PyAV-Org/PyAV

Expose `av_frame_make_writable`

abextm opened this issue · 2 comments

Overview

I'm currently decoding some vp9 video, modifying it's frames, and writing that back out. Because I am modifying the plane data in place, it corrupts subsequent frames since the decoder keeps previous frames around so it can apply inter-frame (de)compression. FFmpeg provides av_frame_make_writable to support this use case (basically it just copies the plane data if you don't own it)

Existing FFmpeg API

av_frame_make_writable

Expected PyAV API

I would expect a frame.make_writable()

Example:

for frame in cont.decode(video=0):
    frame.make_writable()
    modify_frame(frame)

Investigation

I called av_frame_make_writable with ctypes, which resolves the problem

Reproduction

import av
import ctypes
import numpy

# this is horrible -- do not do this
class ctAVFrame(ctypes.Structure):
	_fields_=[
		("_ob_head", ctypes.c_byte * object.__basicsize__),
		("vtable", ctypes.c_void_p),
		("ptr", ctypes.c_void_p),
	]
_av_frame_make_writable = ctypes.CDLL(av.video.frame.__file__).av_frame_make_writable
_av_frame_make_writable.argtypes = (ctypes.c_void_p, )
_av_frame_make_writable.restype = ctypes.c_int
def av_frame_make_writable(frame: av.VideoFrame):
	_av_frame_make_writable(ctypes.cast(id(frame), ctypes.POINTER(ctAVFrame)).contents.ptr)

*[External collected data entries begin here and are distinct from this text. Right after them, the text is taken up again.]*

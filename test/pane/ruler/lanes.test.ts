import fc from 'fast-check';
import { describe, expect, it } from 'vitest';
import { forbiddenRates } from '../../../src/engine';
import { forbidding, lanesOf } from '../../../src/pane/ruler/lanes';
import { rulesOf } from '../../../src/pane/ruler/rules';
import { type GivenRow, cells, planOf, rows } from '../ladder/plans';

const SEED = 421;
const window = { from: 60, to: 200 };

const lanesFor = (given: GivenRow[], rate: number, most: number, orders = { harmonics: 1, cores: 1 }) => {
  const { plan, ppm } = rulesOf(planOf(given), orders);
  return lanesOf(forbiddenRates(plan, window.from, window.to, ppm), window, rate, most);
};

describe('lanes of the ruler', () => {
  // One band from 120 to 130: the rates 240/k to 260/k are forbidden.
  const one: GivenRow[] = [['One', 120, 130]];

  it('show what a rule forbids within the window, and how it stands to the rate', () => {
    const { lanes, drawn, total } = lanesFor(one, 100, 6);
    expect({ drawn, total }).toEqual({ drawn: 1, total: 1 });
    expect(lanes.map(({ kind, rules, bound }) => [kind, rules, bound])).toEqual([['zone edge', 1, 'none'], ['zone edge', 1, 'both']]);
    const stretches = lanes[1]!.stretches.map(({ low, high }) => [low, high].map((x) => Number(x.toFixed(4))));
    expect(stretches).toEqual([[60, 65], [80, 86.6667], [120, 130]]);
    expect(lanesFor(one, 125, 6).lanes[1]!.bound).toBe('forbids');
    expect(lanesFor(one, 140, 6).lanes[1]!.bound).toBe('below');
  });

  it('draw the nearest rules alone, and count all', () => {
    const many = Array.from({ length: 8 }, (_, i): GivenRow => [`Band ${i}`, 70 + 13 * i, 71 + 13 * i]);
    const { lanes, drawn, total } = lanesFor(many, 100, 4, { harmonics: 3, cores: 2 });
    expect(drawn).toBe(4);
    expect(lanes.filter(({ rule }) => rule)).toHaveLength(4);
    expect(total).toBe(lanes.filter(({ rule }) => !rule).reduce((sum, { rules }) => sum + rules, 0));
    expect(total).toBeGreaterThan(50);
  });

  it(`agree with one another at every rate: kinds with their rules, and both with what forbids it (seed ${SEED})`, () => {
    let [some, none] = [0, 0];
    fc.assert(fc.property(rows(4), cells, fc.integer({ min: 1, max: 3 }), fc.integer({ min: 1, max: 3 }), (given, numbers, harmonics, cores) => {
      const rules = rulesOf(planOf([...given, ['Wanted', 70, 71]], numbers), { harmonics, cores });
      const found = forbiddenRates(rules.plan, window.from, window.to, rules.ppm);
      const { lanes } = lanesOf(found, window, 100, Infinity);
      for (let rate = 60.37; rate < 200; rate += 7.9) {
        const covers = ({ stretches }: (typeof lanes)[number], slack: number) => stretches.some(({ low, high }) => low - slack < rate && rate < high + slack);
        const ofRules = lanes.filter((lane) => lane.rule && covers(lane, 0)).map(({ rule }) => rule);
        expect(new Set(ofRules)).toEqual(new Set(forbidding(found, rate)));
        for (const lane of lanes.filter(({ rule }) => !rule)) if (ofRules.some((rule) => rule!.kind === lane.kind)) expect(covers(lane, 0)).toBe(true);
        if (ofRules.length > 0) some++;
        else none++;
      }
    }), { seed: SEED, numRuns: 150 });
    expect(some).toBeGreaterThan(200);
    expect(none).toBeGreaterThan(50);
  });
});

in_cont = av.open("./input.webm")

out_cont = av.open(f"output.mkv", "w")
tmpl = in_cont.streams.video[0].codec_context
out_stream = out_cont.add_stream("libx264", tmpl.rate)
out_stream.options["preset"]="ultrafast"
out_stream.options["crf"]="28"
out_stream.width = tmpl.width
out_stream.height = tmpl.height
out_stream.pix_fmt = tmpl.pix_fmt
out_stream.thread_type = "AUTO"

for i, frame in enumerate(in_cont.decode(video=0)):
	if i % 20 == 0:
		# without this there is significant error
		# av_frame_make_writable(frame)
		numpy.frombuffer(frame.planes[0]).fill(0)

	out_cont.mux(out_stream.encode(frame))

	if i > 2000:
		break

out_cont.mux(out_stream.encode(None))
out_stream.close()

I was running this on a vp9 video from yt-dlp (though I would expect this to happen to anything with interframe compression). With the fix commented out there is significant amounts of error in the output.

Versions

  • OS: Arch Linux
  • PyAV runtime:
PyAV v12.1.0
library configuration: --disable-static --enable-shared --libdir=/tmp/vendor/lib --prefix=/tmp/vendor --disable-alsa --disable-doc --disable-libtheora --disable-mediafoundation --disable-videotoolbox --enable-fontconfig --enable-gmp --enable-gnutls --enable-libaom --enable-libass --enable-libbluray --enable-libdav1d --enable-libfreetype --enable-libmp3lame --enable-libopencore-amrnb --enable-libopencore-amrwb --enable-libopenjpeg --enable-libopus --enable-libspeex --enable-libtwolame --enable-libvorbis --enable-libvpx --enable-libwebp --enable-libxcb --enable-libxml2 --enable-lzma --enable-zlib --enable-version3 --enable-libx264 --disable-libopenh264 --enable-libx265 --enable-libxvid --enable-gpl
library license: GPL version 3 or later
libavcodec     60. 31.102
libavdevice    60.  3.100
libavfilter     9. 12.100
libavformat    60. 16.100
libavutil      58. 29.100
libswresample   4. 12.100
libswscale      7.  5.100
  • PyAV build:
    binary wheel
  • FFmpeg:
    binary wheel

Additional context

It would be nice if av_frame_clone was exposed too, though I'm not sure if exposing it as .clone() makes particular sense, since it does not clone the actual plane data

@abextm What use case do you expect if av_frame_clone() is exposed?

In my case I was doing detection on some video and if the frame hit a case it would write it to an output stream. If it only was a marginal hit, I would also write it to a second output with some debugging data overlaid on top of it. Without av_frame_clone order becomes important because I have to write the unmodified frame before the drawing onto debug frame, which is sort of annoying. With av_frame_clone I could just clone, make_writable, then do whatever without affecting the non-debug feed.